On the geometry of the second Lagrange spectra

TL;DR

This paper investigates the geometric properties of second Lagrange spectra, proving the continuity of one associated Hausdorff dimension function and the discontinuity of another, revealing distinct fractal structures.

Contribution

It introduces and analyzes two variants of second Lagrange spectra, establishing their Hausdorff dimension functions' continuity and discontinuity respectively, and clarifies their geometric differences.

Findings

The function d_2(t) is continuous.

The function d_2^*(t) is discontinuous.

d_2^*(t) takes only values 0 and 1.

Abstract

The Lagrange spectrum $L$ is the set of finite values of the best approximation constants $k(\alpha)=\limsup_{|p|,|q|\to \infty}|q(q\alpha-p)|^{-1}$, where $\alpha\in \mathbb{R}\setminus \mathbb{Q}$. It is a classical result that the pairs $(p,q)$ attaining these approximation constants arise from the convergents $(p_n,q_n)$ of the continued fraction of $\alpha$. Consequently, $k(\alpha)=\limsup_{n\to\infty}|q_n(q_n\alpha-p_n)|^{-1}$. Moreira proved that the function $d(t)=HD(L\cap(-\infty,t))$ where $HD$ denotes Hausdorff dimension, is continuous.
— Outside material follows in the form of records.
def test_none_with_a_report_lacking_the_metric_is_bad() -> None:
    value, metrics, reason = interpret_result(None, "accuracy", {"loss": 0.3})
    assert math.isnan(value) and metrics == {"loss": 0.3}
    assert reason is not None and "no 'accuracy'" in reason


def test_a_string_is_bad() -> None:
    value, metrics, reason = interpret_result("0.9", "accuracy", None)
    assert math.isnan(value) and metrics == {}
    assert reason == "returned a str, expected a number or a dict of numbers"


@pytest.mark.parametrize(
    ("returned", "reason"),
    [
        (True, "returned a bool, expected a number or a dict of numbers"),
        ([0.9], "returned a list, expected a number or a dict of numbers"),
        (np.array([0.9, 0.8]), "returned a numpy array of shape (2,), expected a number or a dict of numbers (for a one-element array or tensor, return value.item())"),
        ({"accuracy": "high"}, "returned a dict whose 'accuracy' is a str, expected a number"),
        ({1: 0.5}, "returned a dict with a non-string key 1; metric names are strings"),
        ({"accuracy": True}, "returned a dict whose 'accuracy' is a bool, expected a number"),
    ],
    ids=["bool", "list", "array", "str-value", "int-key", "bool-value"],
)
def test_other_types_are_bad(returned: object, reason: str) -> None:
    value, _, got = interpret_result(returned, "accuracy", None)
    assert math.isnan(value)
    assert got == reason


def test_a_dict_without_the_metric_is_bad() -> None:
    value, metrics, reason = interpret_result({"loss": 0.2}, "accuracy", {"accuracy": 0.5})
    assert math.isnan(value)
    assert metrics == {"loss": 0.2}
    assert reason is not None and reason.startswith("returned no 'accuracy'")


@pytest.mark.parametrize("bad", [math.nan, math.inf, -math.inf, np.float64("nan")])
def test_non_finite_values_are_kept_and_flagged(bad: float) -> None:
    value, metrics, reason = interpret_result(bad, "loss", None)
    assert reason == NOT_FINITE == "not finite"
    assert (math.isnan(value) and math.isnan(bad)) or value == bad
    value, metrics, reason = interpret_result({"loss": bad, "acc": 0.5}, "loss", None)
    assert reason == NOT_FINITE
    assert metrics["acc"] == 0.5


def test_a_non_finite_side_metric_does_not_flag_the_result() -> None:
    assert interpret_result({"loss": 0.5, "grad_norm": math.inf}, "loss", None) == (
        0.5,
        {"loss": 0.5, "grad_norm": math.inf},
        None,
    )


@pytest.mark.parametrize(
    "number", [np.float64(0.25), np.float32(0.25), np.int64(2), np.array(0.25), Fraction(1, 4)],
    ids=["float64", "float32", "int64", "0-d array", "fraction"],
)
def test_numpy_and_other_real_numbers(number: object) -> None:
    value, metrics, reason = interpret_result(number, "accuracy", None)
    assert reason is None
    assert type(value) is float and value == float(number)  # type: ignore[arg-type]
    assert metrics == {"accuracy": value}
Second Lagrange spectra are defined analogously to the classical Lagrange spectrum, but are associated with the problem of approximating an irrational number $\alpha$ by rational numbers $\frac{p}{q}$ that are not convergents of its continued fraction expansion. Two natural definitions arise depending on whether rational multiples $(p,q)=(kp_n,kq_n),k\geq 2$ which represent the same rational numbers as convergents, are allowed or excluded. Based on this distinction, Moshchevitin introduced two second Lagrange spectra, denoted $L_2$ and $L_2^*$. We prove that the function $d_2(t)=HD(L_2\cap (-\infty,t))$ is continuous, whereas $d_2^*(t)=HD(L_2^*\cap (-\infty,t))$ is discontinuous and assumes only the values 0 and 1.